START RECORDED INFORMATION

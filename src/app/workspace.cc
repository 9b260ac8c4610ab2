// Resolving the rig workspace and logging results into its logbook (app/workspace.h).
#include "app/workspace.h"

#include <filesystem>

#include "io/logbook.h"
#include "io/model_file.h"
#include "io/sha256.h"
#include "lti/error.h"

namespace lw::app {

namespace fs = std::filesystem;

namespace {

bool HoldsProfile(const std::string& dir) {
  std::error_code ec;
  return fs::is_regular_file(fs::path(dir) / kProfileFileName, ec);
}

}  // namespace

// The workspace folder; UsageError outside one (for commands that cannot run without it).
std::string RequireWorkspace(const Context& ctx) {
  std::optional<std::string> dir = FindWorkspace(ctx);
  if (!dir) {
    throw UsageError(
        "not inside a rig workspace: pass --rig DIR or run it inside a folder made by "
        "`loopwright init`");
  }
  return *dir;
}

std::optional<std::string> FindWorkspace(const Context& ctx) {
  if (!ctx.rig_dir.empty()) {
    if (!HoldsProfile(ctx.rig_dir)) {
      throw UsageError("--rig '" + ctx.rig_dir + "' is not a loopwright workspace (no " +
                       std::string(kProfileFileName) + "); create one with `loopwright init " +
                       ctx.rig_dir + "`");
    }
    return ctx.rig_dir;
  }
  if (HoldsProfile(".")) return std::string(".");
  return std::nullopt;
}

std::optional<RigProfile> LoadRigProfile(const Context& ctx) {
  std::optional<std::string> dir = FindWorkspace(ctx);
  if (!dir) return std::nullopt;
  return ReadRigProfile((fs::path(*dir) / kProfileFileName).string());
}

RigProfile RequireRigProfile(const Context& ctx) {
  return ReadRigProfile((fs::path(RequireWorkspace(ctx)) / kProfileFileName).string());
}

Logbook OpenWorkspaceLogbook(const Context& ctx, std::string* workspace) {
  const std::string dir = RequireWorkspace(ctx);
  if (workspace) *workspace = dir;
  LogbookOptions options;
  options.read_only = true;
  return Logbook::Open((fs::path(dir) / kLogbookFileName).string(), options);
}

void LogResult(const Context& ctx, std::string_view kind, std::string_view outcome,
               const nlohmann::json& summary, const std::vector<std::string>& recordings) {
  // The same "warning: " line as Warn() (output.h), which takes a mutable Context.
  auto warn = [&](const std::string& why) {
    ctx.err << "warning: the result was not logged: " << why << "\n";
  };
  try {
    std::optional<std::string> dir = FindWorkspace(ctx);
    if (!dir) return;
    NewResult r;
    r.time = NowUtcIso8601();
    r.kind = std::string(kind);
    r.outcome = std::string(outcome);
    r.command_line = ctx.command_line;
    r.summary = summary;
    for (const std::string& path : recordings) {
      LoggedRecording rec;
      rec.path = fs::absolute(path).lexically_normal().string();
      rec.sha256 = Sha256OfFile(path);
      std::error_code ec;
      auto size = fs::file_size(path, ec);
      rec.size = ec ? -1 : static_cast<int64_t>(size);
      r.recordings.push_back(std::move(rec));
    }
    if (kind == "fit") r.parameters = ParametersOfFitSummary(summary);
    Logbook book = Logbook::Open((fs::path(*dir) / kLogbookFileName).string());
    book.AddResult(r);
  } catch (const std::exception& e) {
    warn(e.what());
  }
}

}  // namespace lw::app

END RECORDED INFORMATION

→ **TASK OBJECTIVE**: Work out how many lines of the data hold the string "return". State only that number.

→ **YOUR SOLUTION**: 10